Collected data:
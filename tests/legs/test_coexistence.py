"""Legs of coexisting phases: along saturation at constant quality, phases parted, streams joined."""

from __future__ import annotations

from typing import Any

import pytest

import pathcalc
from pathcalc.errors import NoSolutionError

HEAD = """
pathcalc: 1
title: Coexisting phases
fluid: {{substance: {substance}, equation: {equation}}}
boundary: {boundary}
{amount}
start: {start}
legs:
"""


def solved(
    legs: str,
    start: str,
    boundary: str = "flow",
    amount: str = "amount: 1 kg/s",
    substance: str = "propane",
    equation: str = "peng-robinson",
) -> Any:
    head = HEAD.format(substance=substance, equation=equation, boundary=boundary, amount=amount, start=start)
    return pathcalc.solve(pathcalc.loads(head + legs))


def passed(solution: Any) -> None:
    failed = [row for row in solution.checks if not row["passed"]]
    assert not failed
    assert all(leg.maxwell.closure < 1e-9 for leg in solution.legs.values())


@pytest.mark.parametrize("x", [0.0, 0.25, 0.75, 1.0])
@pytest.mark.parametrize("boundary", ["flow", "closed"])
@pytest.mark.parametrize("equation", ["soave", "van-der-waals"])
def test_saturation_keeps_the_quality(x: float, boundary: str, equation: str) -> None:
    amount = "amount: 1 kg/s" if boundary == "flow" else "amount: 1 kg"
    solution = solved(
        "  - {name: line, path: saturation, to: {T: 320 K}}\n",
        f"{{T: 260 K, x: {x}}}",
        boundary,
        amount,
        equation=equation,
    )
    passed(solution)
    end = solution.states["line"]
    fluid = pathcalc.fluid("propane", equation)
    ends = [fluid.state(T=T, x=x) for T in (260.0, 320.0)]
    assert end.x == pytest.approx(x, abs=1e-12)
    assert end.p == pytest.approx(ends[1].p, rel=1e-10)
    leg = solution.legs["line"]
    assert leg.delta["s"] == pytest.approx(ends[1].s - ends[0].s, rel=1e-9)
    change = leg.delta["h" if boundary == "flow" else "u"]
    assert leg.heat + leg.work == pytest.approx(change, rel=1e-12)


def test_saturation_work_is_the_integral_of_p_dv() -> None:
    """Against a trapezoidal sum over states of the fluid handle, to the accuracy of the sum."""
    import numpy as np

    solution = solved("  - {name: line, path: saturation, to: {T: 320 K}}\n", "{T: 260 K, x: 0.4}", "closed", "")
    states = pathcalc.fluid("propane", "peng-robinson").state(T=np.linspace(260.0, 320.0, 2001), x=0.4)
    work = -np.sum(0.5 * (states.p[1:] + states.p[:-1]) * np.diff(states.v))
    assert solution.legs["line"].work == pytest.approx(work, rel=1e-5)


def test_saturation_needs_a_saturated_inlet() -> None:
    with pytest.raises(NoSolutionError, match="not saturated"):
        solved("  - {name: line, path: saturation, to: {T: 320 K}}\n", "{T: 300 K, p: 1 bar}")


@pytest.mark.parametrize("keep", ["vapour", "liquid"])
def test_separation_keeps_its_share(keep: str) -> None:
    legs = (
        "  - {name: valve, path: throttling, to: {p: 5 bar}}\n"
        f"  - {{name: drum, path: separation, keep: {keep}}}\n"
        "  - {name: after, path: isobaric, to: {T: 300 K}}\n"
    )
    solution = solved(legs, "{p: 14 bar, subcooling: 2 K}")
    passed(solution)
    x = solution.states["valve"].x
    share = x if keep == "vapour" else 1.0 - x
    assert solution.legs["valve"].amount == pytest.approx(1.0, rel=1e-14)
    assert solution.legs["drum"].amount == pytest.approx(share, rel=1e-12)
    assert solution.legs["after"].amount == pytest.approx(share, rel=1e-12)
    assert solution.states["drum"].x == (1.0 if keep == "vapour" else 0.0)
    assert pytest.approx(solution.states["valve"].T, rel=1e-12) == solution.states["drum"].T
    assert solution.legs["drum"].entropy_generated == 0.0
    after = solution.legs["after"]
    assert solution.totals.heat == pytest.approx(share * after.heat, rel=1e-12)


def test_both_phases_carry_the_enthalpy_of_the_inlet() -> None:
    legs = "  - {{name: valve, path: throttling, to: {{p: 5 bar}}}}\n  - {{name: drum, path: separation, keep: {0}}}\n"
    parts = [solved(legs.format(keep), "{p: 14 bar, subcooling: 2 K}") for keep in ("vapour", "liquid")]
    inlet = parts[0].states["valve"]
    for key in ("h", "s", "v", "g"):
        both = sum(part.legs["drum"].amount * part.states["drum"][key] for part in parts)
        assert both == pytest.approx(inlet[key], rel=1e-11)


def test_separation_needs_two_phases() -> None:
    with pytest.raises(NoSolutionError, match="nothing to separate"):
        solved("  - {name: drum, path: separation, keep: vapour}\n", "{T: 300 K, p: 1 bar}")


def test_mixing_of_a_perfect_gas_by_hand() -> None:
    """Constant c_p: the mean temperature by amounts; entropy from c_p ln T and R ln p (textbook formulas)."""
    from math import log

    head = """
pathcalc: 1
title: Two argon streams
fluid: {substance: argon, equation: ideal-gas, heat_capacity: constant}
boundary: flow
amount: 2 kg/s
start: {T: 300 K, p: 4 bar}
legs:
  - {name: joint, path: mixing, with: {state: {T: 500 K, p: 3 bar}, amount: 1 kg/s}}
"""
    solution = pathcalc.solve(pathcalc.loads(head))
    passed(solution)
    out = solution.states["joint"]
    assert pytest.approx(1100.0 / 3.0, rel=1e-12) == out.T
    assert out.p == 3e5
    R = 8.314462618 / solution.path.model.M
    c_p = 2.5 * R
    made = 2.0 * (c_p * log(out.T / 300.0) - R * log(3.0 / 4.0)) + c_p * log(out.T / 500.0)
    assert solution.totals.entropy_generated == pytest.approx(made, rel=1e-4)
    assert solution.legs["joint"].amount == pytest.approx(3.0, rel=1e-14)


def test_mixing_liquid_into_hot_vapour() -> None:
    legs = "  - {name: spray, path: mixing, with: {state: {T: 290 K, p: 12 bar}, amount: 0.2 kg/s}}\n"
    solution = solved(legs, "{T: 360 K, p: 10 bar}")
    passed(solution)
    fluid = pathcalc.fluid("propane", "peng-robinson")
    h = (fluid.state(T=360.0, p=1e6).h + 0.2 * fluid.state(T=290.0, p=1.2e6).h) / 1.2
    assert solution.states["spray"].h == pytest.approx(h, rel=1e-10)
    assert solution.states["spray"].p == 1e6
    assert solution.legs["spray"].entropy_generated > 0.0


def test_joining_its_own_kind_makes_no_entropy() -> None:
    legs = "  - {name: joint, path: mixing, with: {state: {T: 360 K, p: 10 bar}, amount: 0.2 kg/s}}\n"
    solution = solved(legs, "{T: 360 K, p: 10 bar}")
    passed(solution)
    assert solution.legs["joint"].entropy_generated == pytest.approx(0.0, abs=1e-9)
    assert pytest.approx(360.0, rel=1e-12) == solution.states["joint"].T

■ **Your instructions**: Print all the records exactly as written.

■ **Exercise output**:
filename tests/legs/test_coexistence.py
"""Legs of coexisting phases: along saturation at constant quality, phases parted, streams joined."""

from __future__ import annotations

from typing import Any

import pytest

import pathcalc
from pathcalc.errors import NoSolutionError

HEAD = """
pathcalc: 1
title: Coexisting phases
fluid: {{substance: {substance}, equation: {equation}}}
boundary: {boundary}
{amount}
start: {start}
legs:
"""


def solved(
    legs: str,
    start: str,
    boundary: str = "flow",
    amount: str = "amount: 1 kg/s",
    substance: str = "propane",
    equation: str = "peng-robinson",
) -> Any:
    head = HEAD.format(substance=substance, equation=equation, boundary=boundary, amount=amount, start=start)
    return pathcalc.solve(pathcalc.loads(head + legs))


def passed(solution: Any) -> None:
    failed = [row for row in solution.checks if not row["passed"]]
    assert not failed
    assert all(leg.maxwell.closure < 1e-9 for leg in solution.legs.values())


@pytest.mark.parametrize("x", [0.0, 0.25, 0.75, 1.0])
@pytest.mark.parametrize("boundary", ["flow", "closed"])
@pytest.mark.parametrize("equation", ["soave", "van-der-waals"])
def test_saturation_keeps_the_quality(x: float, boundary: str, equation: str) -> None:
    amount = "amount: 1 kg/s" if boundary == "flow" else "amount: 1 kg"
    solution = solved(
        "  - {name: line, path: saturation, to: {T: 320 K}}\n",
        f"{{T: 260 K, x: {x}}}",
        boundary,
        amount,
        equation=equation,
    )
    passed(solution)
    end = solution.states["line"]
    fluid = pathcalc.fluid("propane", equation)
    ends = [fluid.state(T=T, x=x) for T in (260.0, 320.0)]
    assert end.x == pytest.approx(x, abs=1e-12)
    assert end.p == pytest.approx(ends[1].p, rel=1e-10)
    leg = solution.legs["line"]
    assert leg.delta["s"] == pytest.approx(ends[1].s - ends[0].s, rel=1e-9)
    change = leg.delta["h" if boundary == "flow" else "u"]
    assert leg.heat + leg.work == pytest.approx(change, rel=1e-12)


def test_saturation_work_is_the_integral_of_p_dv() -> None:
    """Against a trapezoidal sum over states of the fluid handle, to the accuracy of the sum."""
    import numpy as np

    solution = solved("  - {name: line, path: saturation, to: {T: 320 K}}\n", "{T: 260 K, x: 0.4}", "closed", "")
    states = pathcalc.fluid("propane", "peng-robinson").state(T=np.linspace(260.0, 320.0, 2001), x=0.4)
    work = -np.sum(0.5 * (states.p[1:] + states.p[:-1]) * np.diff(states.v))
    assert solution.legs["line"].work == pytest.approx(work, rel=1e-5)


def test_saturation_needs_a_saturated_inlet() -> None:
    with pytest.raises(NoSolutionError, match="not saturated"):
        solved("  - {name: line, path: saturation, to: {T: 320 K}}\n", "{T: 300 K, p: 1 bar}")


@pytest.mark.parametrize("keep", ["vapour", "liquid"])
def test_separation_keeps_its_share(keep: str) -> None:
    legs = (
        "  - {name: valve, path: throttling, to: {p: 5 bar}}\n"
        f"  - {{name: drum, path: separation, keep: {keep}}}\n"
        "  - {name: after, path: isobaric, to: {T: 300 K}}\n"
    )
    solution = solved(legs, "{p: 14 bar, subcooling: 2 K}")
    passed(solution)
    x = solution.states["valve"].x
    share = x if keep == "vapour" else 1.0 - x
    assert solution.legs["valve"].amount == pytest.approx(1.0, rel=1e-14)
    assert solution.legs["drum"].amount == pytest.approx(share, rel=1e-12)
    assert solution.legs["after"].amount == pytest.approx(share, rel=1e-12)
    assert solution.states["drum"].x == (1.0 if keep == "vapour" else 0.0)
    assert pytest.approx(solution.states["valve"].T, rel=1e-12) == solution.states["drum"].T
    assert solution.legs["drum"].entropy_generated == 0.0
    after = solution.legs["after"]
    assert solution.totals.heat == pytest.approx(share * after.heat, rel=1e-12)


def test_both_phases_carry_the_enthalpy_of_the_inlet() -> None:
    legs = "  - {{name: valve, path: throttling, to: {{p: 5 bar}}}}\n  - {{name: drum, path: separation, keep: {0}}}\n"
    parts = [solved(legs.format(keep), "{p: 14 bar, subcooling: 2 K}") for keep in ("vapour", "liquid")]
    inlet = parts[0].states["valve"]
    for key in ("h", "s", "v", "g"):
        both = sum(part.legs["drum"].amount * part.states["drum"][key] for part in parts)
        assert both == pytest.approx(inlet[key], rel=1e-11)


def test_separation_needs_two_phases() -> None:
    with pytest.raises(NoSolutionError, match="nothing to separate"):
        solved("  - {name: drum, path: separation, keep: vapour}\n", "{T: 300 K, p: 1 bar}")


def test_mixing_of_a_perfect_gas_by_hand() -> None:
    """Constant c_p: the mean temperature by amounts; entropy from c_p ln T and R ln p (textbook formulas)."""
    from math import log

    head = """
pathcalc: 1
title: Two argon streams
fluid: {substance: argon, equation: ideal-gas, heat_capacity: constant}
boundary: flow
amount: 2 kg/s
start: {T: 300 K, p: 4 bar}
legs:
  - {name: joint, path: mixing, with: {state: {T: 500 K, p: 3 bar}, amount: 1 kg/s}}
"""
    solution = pathcalc.solve(pathcalc.loads(head))
    passed(solution)
    out = solution.states["joint"]
    assert pytest.approx(1100.0 / 3.0, rel=1e-12) == out.T
    assert out.p == 3e5
    R = 8.314462618 / solution.path.model.M
    c_p = 2.5 * R
    made = 2.0 * (c_p * log(out.T / 300.0) - R * log(3.0 / 4.0)) + c_p * log(out.T / 500.0)
    assert solution.totals.entropy_generated == pytest.approx(made, rel=1e-4)
    assert solution.legs["joint"].amount == pytest.approx(3.0, rel=1e-14)


def test_mixing_liquid_into_hot_vapour() -> None:
    legs = "  - {name: spray, path: mixing, with: {state: {T: 290 K, p: 12 bar}, amount: 0.2 kg/s}}\n"
    solution = solved(legs, "{T: 360 K, p: 10 bar}")
    passed(solution)
    fluid = pathcalc.fluid("propane", "peng-robinson")
    h = (fluid.state(T=360.0, p=1e6).h + 0.2 * fluid.state(T=290.0, p=1.2e6).h) / 1.2
    assert solution.states["spray"].h == pytest.approx(h, rel=1e-10)
    assert solution.states["spray"].p == 1e6
    assert solution.legs["spray"].entropy_generated > 0.0


def test_joining_its_own_kind_makes_no_entropy() -> None:
    legs = "  - {name: joint, path: mixing, with: {state: {T: 360 K, p: 10 bar}, amount: 0.2 kg/s}}\n"
    solution = solved(legs, "{T: 360 K, p: 10 bar}")
    passed(solution)
    assert solution.legs["joint"].entropy_generated == pytest.approx(0.0, abs=1e-9)
    assert pytest.approx(360.0, rel=1e-12) == solution.states["joint"].T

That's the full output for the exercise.